For each line in the material below that holds "atToClass", copy that line.

* * * * * * *

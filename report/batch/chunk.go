package batch

import (
	"bytes"

	"shearbook/profile"
	"shearbook/profile/delimited"
)

// Sizes that divide the input into chunks. They depend on nothing but the job,
// so that a run that is taken up again divides it as before.
const (
	maxFile     = 64 << 20  // bytes of a file that is not read in pieces
	wholeFile   = 1 << 20   // bytes up to which a table is one chunk
	chunkSize   = 256 << 10 // bytes of a piece of a larger table, about
	reportChunk = 16 << 10  // the same where each profile may take a while
)

// chunk is a piece of the input that one worker does at one go: a file, or
// some profiles of a large table. What is written of it goes into the tables
// in one go too.
type chunk struct {
	it    *item
	first bool // of its file
	last  bool

	// Of a piece of a table; head is nil where the worker reads the file.
	head  *delimited.Head
	data  []byte
	buf   *buffer // that data lies in
	line  int     // of the file at which data begins
	lines []int32 // of the file, of each line of data, where rows were brought together; nil where they follow one another
	apart bool    // rows were brought together

	stream *stream // that it is a piece of; nil where it is the whole file
	empty  bool    // it only says that its file is at an end

	digest string // SHA-256 of what was read of the file up to the end of the chunk
	size   int64  // bytes of that
	source string // the line of sources.csv; "" but of the last chunk

	before, after chan int // ordinal of the first unit, where it is asked for

	done chan struct{}
	made made
}

// made is what a worker made of a chunk.
type made struct {
	summary, faults []byte
	tally           Tally
	all             int // units, those of other shards among them
	rows            []int
	reports         int
	names           order
	err             error
}

// order says whether the names of profiles that follow one another ascend, as
// letters or as numbers of growing length: then none of them comes twice.
type order struct {
	First, Last string
	Unordered   bool // by letters
	Unnumbered  bool // by length, then letters

	last []byte // room for Last while names are taken; see end
}

// ascends reports whether no name can have come twice.
func (o *order) ascends() bool { return !o.Unordered || !o.Unnumbered }

// next takes a name. It does not allocate but for the first.
func (o *order) next(name []byte) {
	if o.First == "" {
		o.First = string(name)
	} else {
		o.step(o.last, name)
	}
	o.last = append(o.last[:0], name...)
}

// end is called behind the last name.
func (o *order) end() { o.Last, o.last = string(o.last), nil }

func (o *order) step(before, name []byte) {
	ascends := bytes.Compare(before, name) < 0
	if !ascends {
		o.Unordered = true
	}
	if len(name) < len(before) || len(name) == len(before) && !ascends {
		o.Unnumbered = true
	}
}

// follow takes the names of the chunk after.
func (o *order) follow(next *order) {
	if next.First == "" {
		return
	}
	if o.First == "" {
		*o = *next
		return
	}
	o.step([]byte(o.Last), []byte(next.First))
	o.Last = next.Last
	o.Unordered = o.Unordered || next.Unordered
	o.Unnumbered = o.Unnumbered || next.Unnumbered
}

// buffer is room for a piece of a table.
type buffer struct{ b []byte }

// lineOf returns the line of the file of a line of data, counted from the
// chunk's first.
func (c *chunk) lineOf(line int) int {
	if c.lines == nil {
		return line
	}
	if i := line - c.line; i >= 0 && i < len(c.lines) {
		return int(c.lines[i])
	}
	return line
}

// relocate puts what was read of a profile at its places in the file, where
// its rows were brought together.
func (c *chunk) relocate(p *profile.Profile, faults profile.Faults) {
	if c.lines == nil {
		return
	}
	at := func(place *profile.Place) {
		if place.Line >= c.line { // what lies above is the head's
			place.Line = c.lineOf(place.Line)
		}
	}
	for i := range faults {
		at(&faults[i].Place)
	}
	if p == nil {
		return
	}
	for i := range p.Layers {
		p.Layers[i].Line = int32(c.lineOf(int(p.Layers[i].Line)))
	}
	for i := range p.Reading.Rows {
		p.Reading.Rows[i].Line = c.lineOf(p.Reading.Rows[i].Line)
	}
	for i := range p.Notes {
		at(&p.Notes[i].Place)
	}
}
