package batch

import (
	"io"
	"iter"
	"strconv"
	"strings"

	"shearbook/profile"
)

// The places of the columns in summary.csv.
const (
	atFile = iota
	atLine
	atProfile
	atCode
	atClass
	atRoute
	atVelocity
	atDepth
	atVs30
	atReached
	atDatum
	atBasis
	atStanding
	atToClass
	atMargin
	atFlags
	atNotes
	atFaults
	atLatitude
	atLongitude
	atEasting
	atNorthing
	atEPSG
	atProblem
	atReport
)

// SourceColumns are the columns of sources.csv, in their order.
var SourceColumns = []Column{
	{"file", "string", "", "The file, as the command named it."},
	{"sha256", "string", "", "The SHA-256 of its content, in lower-case hexadecimal."},
	{"bytes", "integer", "byte", "Its size."},
}

// Rows are the rows of a summary.csv, one at a time: a table of any size
// takes the memory of one row. The row holds until the next one is asked for.
// An error, which names the line, is the last thing that is given.
func Rows(file string, in io.Reader) iter.Seq2[*Row, error] {
	return records(file, in, Columns, (*parser).row)
}

// FaultRows are the rows of a faults.csv, as Rows are those of a summary.csv.
func FaultRows(file string, in io.Reader) iter.Seq2[*Fault, error] {
	return records(file, in, FaultColumns, (*parser).faultRow)
}

// records are the records of a table with its header, each put into the same T
// by read.
func records[T any](file string, in io.Reader, columns []Column, read func(*parser, *T)) iter.Seq2[*T, error] {
	return func(yield func(*T, error) bool) {
		t := newTable(file, in)
		if err := t.header(columns); err != nil {
			yield(nil, err)
			return
		}
		each(t, read, yield)
	}
}

// each gives the records behind the header.
func each[T any](t *table, read func(*parser, *T), yield func(*T, error) bool) {
	var r T
	p := parser{table: t, before: make([]string, max(len(Columns), len(FaultColumns)))}
	for {
		record, err := t.read()
		if err == io.EOF {
			return
		}
		if err == nil {
			p.cells, p.err = record, nil
			read(&p, &r)
			err = p.err
		}
		if err != nil {
			yield(nil, err)
			return
		}
		if !yield(&r, nil) {
			return
		}
	}
}

// parser reads the cells of a record.
type parser struct {
	*table
	cells  [][]byte
	before []string // of each column, its text in the record before, which is often the same
	err    error    // the first
}

func (p *parser) row(r *Row) {
	*r = Row{
		File: p.text(atFile), Line: p.whole(atLine), Profile: p.text(atProfile),
		Code: p.text(atCode), Class: p.text(atClass), Route: p.text(atRoute),
		Velocity: p.number(atVelocity), Depth: p.number(atDepth), Vs30: p.number(atVs30),
		DepthReached: p.number(atReached), Datum: p.number(atDatum),
		Basis: p.text(atBasis), Standing: p.text(atStanding),
		ToClass: p.text(atToClass), Margin: p.number(atMargin),
		Flags: p.flags(), Notes: p.whole(atNotes), Faults: p.whole(atFaults),
		Position: profile.Position{
			Latitude: p.optional(atLatitude), Longitude: p.optional(atLongitude),
			Easting: p.optional(atEasting), Northing: p.optional(atNorthing), EPSG: p.whole(atEPSG),
		},
		Problem: p.text(atProblem), Report: p.text(atReport),
	}
}

func (p *parser) faultRow(f *Fault) {
	*f = Fault{Severity: p.text(0), Place: profile.Place{File: p.text(1), Line: p.whole(2), Column: p.whole(3), Cell: p.text(4)},
		Profile: p.text(5), Code: p.text(6), ID: p.text(7), Text: p.text(8), Hint: p.text(9)}
}

func (p *parser) text(i int) string {
	if cell := p.cells[i]; string(cell) != p.before[i] {
		p.before[i] = string(cell)
	}
	return p.before[i]
}

// wrong notes a cell that is no number.
func (p *parser) wrong(i int) {
	if p.err == nil {
		p.err = p.fault("cell %d, %q, is not a number", i+1, p.cells[i])
	}
}

func (p *parser) whole(i int) int {
	if len(p.cells[i]) == 0 {
		return 0
	}
	n, err := strconv.Atoi(string(p.cells[i]))
	if err != nil {
		p.wrong(i)
	}
	return n
}

func (p *parser) number(i int) float64 { return p.optional(i).Value }

func (p *parser) optional(i int) profile.Optional {
	if len(p.cells[i]) == 0 {
		return profile.Optional{}
	}
	v, err := strconv.ParseFloat(string(p.cells[i]), 64)
	if err != nil || v-v != 0 {
		p.wrong(i)
		return profile.Optional{}
	}
	return profile.Known(v)
}

func (p *parser) flags() Flags {
	if len(p.cells[atFlags]) == 0 {
		return 0
	}
	f, ok := parseFlags(string(p.cells[atFlags]))
	if !ok && p.err == nil {
		p.err = p.fault("%q are no flags", p.cells[atFlags])
	}
	return f
}

// parseFlags returns the flags that words name, and false if one names none.
func parseFlags(words string) (flags Flags, ok bool) {
	ok = true
	for word := range strings.FieldsSeq(words) {
		found := false
		for i, w := range FlagWords {
			if w == word {
				flags |= 1 << i
				found = true
			}
		}
		ok = ok && found
	}
	return flags, ok
}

* * * * * * *

#### [REPLY]
	atToClass
		ToClass: p.text(atToClass), Margin: p.number(atMargin),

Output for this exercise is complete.